__Exercise objective__:
When a line of the records contains "report", copy it.

__Supplied records__:
━━━━━━━━━━━━━━━━━━━━
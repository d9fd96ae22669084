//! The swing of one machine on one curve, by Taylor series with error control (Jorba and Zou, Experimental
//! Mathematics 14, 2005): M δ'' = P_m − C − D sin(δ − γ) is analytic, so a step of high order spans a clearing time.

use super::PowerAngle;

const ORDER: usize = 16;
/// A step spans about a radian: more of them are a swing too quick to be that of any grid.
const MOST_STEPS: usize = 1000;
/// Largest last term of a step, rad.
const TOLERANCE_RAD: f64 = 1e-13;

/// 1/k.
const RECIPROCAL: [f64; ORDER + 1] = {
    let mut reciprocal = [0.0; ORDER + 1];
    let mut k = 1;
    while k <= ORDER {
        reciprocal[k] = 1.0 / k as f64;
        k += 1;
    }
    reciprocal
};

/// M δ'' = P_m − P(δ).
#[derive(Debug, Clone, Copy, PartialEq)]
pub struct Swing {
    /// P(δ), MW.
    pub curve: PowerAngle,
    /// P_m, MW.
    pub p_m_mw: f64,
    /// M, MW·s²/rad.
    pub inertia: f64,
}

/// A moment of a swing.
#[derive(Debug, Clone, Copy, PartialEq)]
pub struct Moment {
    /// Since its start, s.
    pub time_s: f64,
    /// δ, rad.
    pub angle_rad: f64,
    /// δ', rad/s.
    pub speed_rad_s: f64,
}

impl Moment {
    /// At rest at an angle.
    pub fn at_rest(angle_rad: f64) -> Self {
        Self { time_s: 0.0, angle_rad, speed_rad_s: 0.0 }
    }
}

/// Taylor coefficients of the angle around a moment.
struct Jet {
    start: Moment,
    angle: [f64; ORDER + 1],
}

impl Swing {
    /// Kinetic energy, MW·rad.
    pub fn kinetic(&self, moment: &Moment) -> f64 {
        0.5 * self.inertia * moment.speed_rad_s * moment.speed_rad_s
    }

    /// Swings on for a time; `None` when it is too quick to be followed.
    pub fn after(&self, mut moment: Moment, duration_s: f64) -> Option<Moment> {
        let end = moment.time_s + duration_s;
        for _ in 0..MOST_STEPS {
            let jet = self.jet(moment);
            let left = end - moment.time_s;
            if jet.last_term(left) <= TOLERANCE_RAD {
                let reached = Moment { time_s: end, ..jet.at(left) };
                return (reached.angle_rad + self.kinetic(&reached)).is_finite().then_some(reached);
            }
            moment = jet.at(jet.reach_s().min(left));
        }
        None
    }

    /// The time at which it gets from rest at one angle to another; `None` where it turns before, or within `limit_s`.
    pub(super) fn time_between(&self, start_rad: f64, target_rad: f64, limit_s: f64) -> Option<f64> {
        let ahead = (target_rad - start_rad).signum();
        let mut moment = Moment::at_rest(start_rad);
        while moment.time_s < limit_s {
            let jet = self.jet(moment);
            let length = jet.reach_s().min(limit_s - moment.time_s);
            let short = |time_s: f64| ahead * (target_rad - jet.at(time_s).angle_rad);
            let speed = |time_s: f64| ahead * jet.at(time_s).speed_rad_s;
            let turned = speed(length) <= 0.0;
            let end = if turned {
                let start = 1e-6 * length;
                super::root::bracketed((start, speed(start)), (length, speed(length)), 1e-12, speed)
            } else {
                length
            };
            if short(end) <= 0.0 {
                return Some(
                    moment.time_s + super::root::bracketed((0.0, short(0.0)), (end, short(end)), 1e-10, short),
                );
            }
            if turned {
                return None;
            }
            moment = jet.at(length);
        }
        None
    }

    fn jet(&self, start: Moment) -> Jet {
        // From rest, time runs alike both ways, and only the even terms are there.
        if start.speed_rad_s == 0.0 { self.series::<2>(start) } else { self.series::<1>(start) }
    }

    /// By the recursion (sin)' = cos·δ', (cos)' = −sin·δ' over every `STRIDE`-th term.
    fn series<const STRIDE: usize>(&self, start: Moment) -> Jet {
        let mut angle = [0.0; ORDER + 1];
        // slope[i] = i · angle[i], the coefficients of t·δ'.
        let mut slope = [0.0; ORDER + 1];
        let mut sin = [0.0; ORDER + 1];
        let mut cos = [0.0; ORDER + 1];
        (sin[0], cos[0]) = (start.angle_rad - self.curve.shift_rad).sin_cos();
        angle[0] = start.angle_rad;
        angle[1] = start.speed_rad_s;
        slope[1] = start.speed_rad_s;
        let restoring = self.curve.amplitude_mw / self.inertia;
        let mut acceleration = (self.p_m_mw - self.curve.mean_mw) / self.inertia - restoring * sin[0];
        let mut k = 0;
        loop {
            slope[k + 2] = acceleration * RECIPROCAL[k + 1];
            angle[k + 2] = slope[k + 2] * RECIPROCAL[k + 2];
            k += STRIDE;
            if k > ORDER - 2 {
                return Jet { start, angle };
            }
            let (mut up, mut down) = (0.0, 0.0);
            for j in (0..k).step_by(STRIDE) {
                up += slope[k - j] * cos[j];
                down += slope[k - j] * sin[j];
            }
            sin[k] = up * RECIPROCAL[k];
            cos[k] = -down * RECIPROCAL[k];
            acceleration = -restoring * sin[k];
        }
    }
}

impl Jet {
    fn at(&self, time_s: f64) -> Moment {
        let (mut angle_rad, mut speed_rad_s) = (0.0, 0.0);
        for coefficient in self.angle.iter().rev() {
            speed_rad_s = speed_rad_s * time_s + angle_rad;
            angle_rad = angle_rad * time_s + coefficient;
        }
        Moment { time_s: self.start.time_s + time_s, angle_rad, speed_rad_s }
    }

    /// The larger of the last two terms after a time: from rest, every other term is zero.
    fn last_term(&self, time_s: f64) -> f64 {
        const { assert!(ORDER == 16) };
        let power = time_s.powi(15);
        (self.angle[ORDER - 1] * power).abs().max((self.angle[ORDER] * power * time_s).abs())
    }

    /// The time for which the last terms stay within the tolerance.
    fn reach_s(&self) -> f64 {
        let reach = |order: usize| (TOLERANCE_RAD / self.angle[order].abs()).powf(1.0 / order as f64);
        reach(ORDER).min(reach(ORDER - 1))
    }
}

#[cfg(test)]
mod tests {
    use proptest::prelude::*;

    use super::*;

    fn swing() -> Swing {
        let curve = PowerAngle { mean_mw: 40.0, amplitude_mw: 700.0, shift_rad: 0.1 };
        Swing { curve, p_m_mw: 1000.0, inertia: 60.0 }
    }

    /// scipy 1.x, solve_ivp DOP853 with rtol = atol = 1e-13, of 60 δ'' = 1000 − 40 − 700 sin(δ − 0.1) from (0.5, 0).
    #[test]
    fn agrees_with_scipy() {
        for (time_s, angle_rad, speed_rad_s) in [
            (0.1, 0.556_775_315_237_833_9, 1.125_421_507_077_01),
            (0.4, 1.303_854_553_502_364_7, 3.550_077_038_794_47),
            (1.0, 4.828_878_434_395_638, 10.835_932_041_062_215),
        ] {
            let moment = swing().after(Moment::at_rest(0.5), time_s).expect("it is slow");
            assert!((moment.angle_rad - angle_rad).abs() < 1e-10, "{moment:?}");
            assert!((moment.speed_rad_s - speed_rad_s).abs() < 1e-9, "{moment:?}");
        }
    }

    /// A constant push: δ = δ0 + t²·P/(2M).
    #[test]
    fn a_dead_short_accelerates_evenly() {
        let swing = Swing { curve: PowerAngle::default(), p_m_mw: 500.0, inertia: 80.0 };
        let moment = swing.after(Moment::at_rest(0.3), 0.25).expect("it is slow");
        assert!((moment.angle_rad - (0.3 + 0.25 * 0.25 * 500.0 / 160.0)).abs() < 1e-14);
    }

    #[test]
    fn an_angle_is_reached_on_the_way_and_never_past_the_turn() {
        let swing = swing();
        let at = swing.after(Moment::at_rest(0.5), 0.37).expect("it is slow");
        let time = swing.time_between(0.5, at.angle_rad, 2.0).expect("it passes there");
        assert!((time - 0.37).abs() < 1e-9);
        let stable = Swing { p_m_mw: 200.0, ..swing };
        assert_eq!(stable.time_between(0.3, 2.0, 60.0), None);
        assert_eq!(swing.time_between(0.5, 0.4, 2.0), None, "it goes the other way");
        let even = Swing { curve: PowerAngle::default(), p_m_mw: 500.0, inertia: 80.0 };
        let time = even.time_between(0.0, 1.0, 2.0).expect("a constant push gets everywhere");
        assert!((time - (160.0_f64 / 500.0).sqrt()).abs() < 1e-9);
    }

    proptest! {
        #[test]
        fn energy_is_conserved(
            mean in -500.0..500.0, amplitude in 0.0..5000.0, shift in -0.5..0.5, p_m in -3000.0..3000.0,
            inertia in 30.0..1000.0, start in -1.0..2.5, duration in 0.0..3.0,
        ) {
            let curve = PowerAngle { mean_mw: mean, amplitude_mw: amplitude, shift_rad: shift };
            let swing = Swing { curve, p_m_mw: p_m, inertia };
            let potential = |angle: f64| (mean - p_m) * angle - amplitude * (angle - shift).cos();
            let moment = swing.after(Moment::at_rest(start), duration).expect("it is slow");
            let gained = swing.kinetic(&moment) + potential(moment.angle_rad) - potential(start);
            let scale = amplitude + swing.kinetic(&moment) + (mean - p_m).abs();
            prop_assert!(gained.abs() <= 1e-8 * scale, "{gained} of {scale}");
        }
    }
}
━━━━━━━━━━━━━━━━━━━━
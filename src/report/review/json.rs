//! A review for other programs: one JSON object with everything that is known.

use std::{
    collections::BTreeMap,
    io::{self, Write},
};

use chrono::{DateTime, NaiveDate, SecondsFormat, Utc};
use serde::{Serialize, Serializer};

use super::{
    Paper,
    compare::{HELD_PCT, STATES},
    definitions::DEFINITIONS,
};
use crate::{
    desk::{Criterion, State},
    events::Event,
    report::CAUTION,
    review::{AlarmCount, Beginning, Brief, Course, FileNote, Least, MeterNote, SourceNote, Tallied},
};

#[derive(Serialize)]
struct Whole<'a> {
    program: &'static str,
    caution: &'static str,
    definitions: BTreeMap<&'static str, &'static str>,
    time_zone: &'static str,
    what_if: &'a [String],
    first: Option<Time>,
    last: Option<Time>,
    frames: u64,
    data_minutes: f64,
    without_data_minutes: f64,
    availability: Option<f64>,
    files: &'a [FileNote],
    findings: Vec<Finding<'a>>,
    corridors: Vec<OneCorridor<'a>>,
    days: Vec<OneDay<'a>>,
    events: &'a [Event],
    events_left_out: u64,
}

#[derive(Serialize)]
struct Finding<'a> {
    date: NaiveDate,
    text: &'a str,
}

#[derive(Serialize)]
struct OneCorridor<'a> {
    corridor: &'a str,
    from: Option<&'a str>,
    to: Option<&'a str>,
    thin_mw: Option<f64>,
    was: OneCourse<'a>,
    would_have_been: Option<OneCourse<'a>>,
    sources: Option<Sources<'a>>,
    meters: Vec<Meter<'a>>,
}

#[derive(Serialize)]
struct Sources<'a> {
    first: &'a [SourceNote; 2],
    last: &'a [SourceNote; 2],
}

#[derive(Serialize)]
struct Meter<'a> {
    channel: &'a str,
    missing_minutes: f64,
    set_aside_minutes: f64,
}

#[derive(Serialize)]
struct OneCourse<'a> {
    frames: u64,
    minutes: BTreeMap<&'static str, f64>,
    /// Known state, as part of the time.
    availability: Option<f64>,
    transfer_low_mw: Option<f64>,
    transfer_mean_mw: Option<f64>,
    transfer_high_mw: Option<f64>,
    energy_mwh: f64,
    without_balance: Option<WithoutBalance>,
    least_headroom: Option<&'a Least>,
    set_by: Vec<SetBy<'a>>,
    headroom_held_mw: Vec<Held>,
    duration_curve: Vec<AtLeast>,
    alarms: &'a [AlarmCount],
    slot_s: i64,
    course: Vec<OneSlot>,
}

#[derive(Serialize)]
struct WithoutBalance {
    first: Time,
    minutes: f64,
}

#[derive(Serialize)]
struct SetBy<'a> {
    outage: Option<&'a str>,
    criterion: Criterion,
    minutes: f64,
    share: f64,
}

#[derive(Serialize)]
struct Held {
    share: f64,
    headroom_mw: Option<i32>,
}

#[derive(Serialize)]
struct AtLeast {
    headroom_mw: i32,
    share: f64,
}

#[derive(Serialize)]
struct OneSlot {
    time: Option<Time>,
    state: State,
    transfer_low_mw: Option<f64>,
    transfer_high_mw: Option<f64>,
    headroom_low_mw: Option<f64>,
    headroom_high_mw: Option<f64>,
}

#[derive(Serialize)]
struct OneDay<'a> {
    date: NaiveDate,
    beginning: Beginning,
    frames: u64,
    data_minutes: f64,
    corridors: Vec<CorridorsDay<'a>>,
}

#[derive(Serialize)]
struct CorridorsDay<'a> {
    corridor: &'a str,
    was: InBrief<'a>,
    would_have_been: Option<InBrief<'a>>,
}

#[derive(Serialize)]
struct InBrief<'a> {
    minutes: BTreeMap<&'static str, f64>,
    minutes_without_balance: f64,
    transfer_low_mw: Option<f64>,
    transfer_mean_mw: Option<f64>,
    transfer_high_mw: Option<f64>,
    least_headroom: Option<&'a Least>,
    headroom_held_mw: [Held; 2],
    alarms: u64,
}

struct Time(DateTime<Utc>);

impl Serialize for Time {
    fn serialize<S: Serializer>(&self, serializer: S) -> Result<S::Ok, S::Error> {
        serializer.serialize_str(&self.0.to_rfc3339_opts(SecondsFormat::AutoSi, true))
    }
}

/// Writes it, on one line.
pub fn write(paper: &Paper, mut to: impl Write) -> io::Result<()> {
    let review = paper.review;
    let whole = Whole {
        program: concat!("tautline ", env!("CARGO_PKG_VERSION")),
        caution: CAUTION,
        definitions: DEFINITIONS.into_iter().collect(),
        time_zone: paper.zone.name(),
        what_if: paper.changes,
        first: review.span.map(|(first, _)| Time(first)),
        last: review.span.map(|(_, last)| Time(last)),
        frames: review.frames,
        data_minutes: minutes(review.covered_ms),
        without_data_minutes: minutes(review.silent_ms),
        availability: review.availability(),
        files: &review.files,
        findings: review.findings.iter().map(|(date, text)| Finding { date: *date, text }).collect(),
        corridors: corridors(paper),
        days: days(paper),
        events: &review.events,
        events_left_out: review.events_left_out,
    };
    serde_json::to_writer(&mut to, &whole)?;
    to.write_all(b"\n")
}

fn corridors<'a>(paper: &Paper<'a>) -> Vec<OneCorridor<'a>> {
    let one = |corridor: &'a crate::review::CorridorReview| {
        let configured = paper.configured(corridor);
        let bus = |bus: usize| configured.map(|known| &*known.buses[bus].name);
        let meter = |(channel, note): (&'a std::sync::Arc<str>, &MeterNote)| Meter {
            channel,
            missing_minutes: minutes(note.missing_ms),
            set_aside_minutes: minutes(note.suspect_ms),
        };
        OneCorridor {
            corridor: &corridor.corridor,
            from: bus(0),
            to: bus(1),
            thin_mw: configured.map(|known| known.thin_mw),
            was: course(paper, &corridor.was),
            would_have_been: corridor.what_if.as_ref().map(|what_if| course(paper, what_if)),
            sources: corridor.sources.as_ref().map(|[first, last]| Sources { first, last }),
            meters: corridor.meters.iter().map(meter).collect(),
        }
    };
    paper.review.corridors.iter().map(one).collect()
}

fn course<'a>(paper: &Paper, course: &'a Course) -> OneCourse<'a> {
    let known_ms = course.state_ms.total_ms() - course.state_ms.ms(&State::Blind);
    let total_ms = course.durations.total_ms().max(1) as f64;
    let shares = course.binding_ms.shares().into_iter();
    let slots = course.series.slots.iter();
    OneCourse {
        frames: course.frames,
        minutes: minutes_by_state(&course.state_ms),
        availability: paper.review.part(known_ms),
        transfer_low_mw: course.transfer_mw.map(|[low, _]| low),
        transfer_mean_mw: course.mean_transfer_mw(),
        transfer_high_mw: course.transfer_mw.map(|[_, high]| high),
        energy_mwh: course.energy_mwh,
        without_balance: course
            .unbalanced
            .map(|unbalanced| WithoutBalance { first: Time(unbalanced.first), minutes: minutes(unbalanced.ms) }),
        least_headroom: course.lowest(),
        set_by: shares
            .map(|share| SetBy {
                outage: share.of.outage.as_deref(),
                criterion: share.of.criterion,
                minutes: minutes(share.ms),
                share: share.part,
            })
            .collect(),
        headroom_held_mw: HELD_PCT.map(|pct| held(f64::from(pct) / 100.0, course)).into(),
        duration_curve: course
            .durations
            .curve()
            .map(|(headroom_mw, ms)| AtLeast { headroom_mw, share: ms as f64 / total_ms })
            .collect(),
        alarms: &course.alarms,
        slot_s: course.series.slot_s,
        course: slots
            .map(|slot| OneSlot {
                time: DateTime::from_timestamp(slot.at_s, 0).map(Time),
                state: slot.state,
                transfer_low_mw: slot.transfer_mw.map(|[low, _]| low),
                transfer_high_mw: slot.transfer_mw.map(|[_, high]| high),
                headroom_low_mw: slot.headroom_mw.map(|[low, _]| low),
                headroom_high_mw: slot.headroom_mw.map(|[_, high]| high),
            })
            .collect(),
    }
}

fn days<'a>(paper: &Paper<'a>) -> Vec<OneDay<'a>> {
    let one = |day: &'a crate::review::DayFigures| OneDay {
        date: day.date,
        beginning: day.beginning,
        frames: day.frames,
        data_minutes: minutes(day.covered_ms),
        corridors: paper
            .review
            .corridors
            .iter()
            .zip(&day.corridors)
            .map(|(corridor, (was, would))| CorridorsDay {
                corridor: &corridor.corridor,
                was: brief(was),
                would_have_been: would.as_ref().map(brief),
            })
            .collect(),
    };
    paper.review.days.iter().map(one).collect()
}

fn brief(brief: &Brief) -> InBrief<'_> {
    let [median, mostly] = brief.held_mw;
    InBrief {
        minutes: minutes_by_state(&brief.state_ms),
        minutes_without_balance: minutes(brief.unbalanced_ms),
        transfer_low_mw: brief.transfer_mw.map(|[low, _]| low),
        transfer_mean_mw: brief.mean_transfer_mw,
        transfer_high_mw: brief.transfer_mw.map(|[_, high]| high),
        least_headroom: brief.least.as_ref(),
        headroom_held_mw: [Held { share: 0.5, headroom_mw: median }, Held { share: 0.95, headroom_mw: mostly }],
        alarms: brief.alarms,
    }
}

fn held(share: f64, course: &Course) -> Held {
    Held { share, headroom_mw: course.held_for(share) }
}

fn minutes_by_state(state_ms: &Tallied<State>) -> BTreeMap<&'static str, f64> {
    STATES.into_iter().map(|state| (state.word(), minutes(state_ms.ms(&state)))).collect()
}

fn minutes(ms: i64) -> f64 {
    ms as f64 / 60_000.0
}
━━━━━━━━━━━━━━━━━━━━
__Task answer__:
filename src/report/review/json.rs
    report::CAUTION,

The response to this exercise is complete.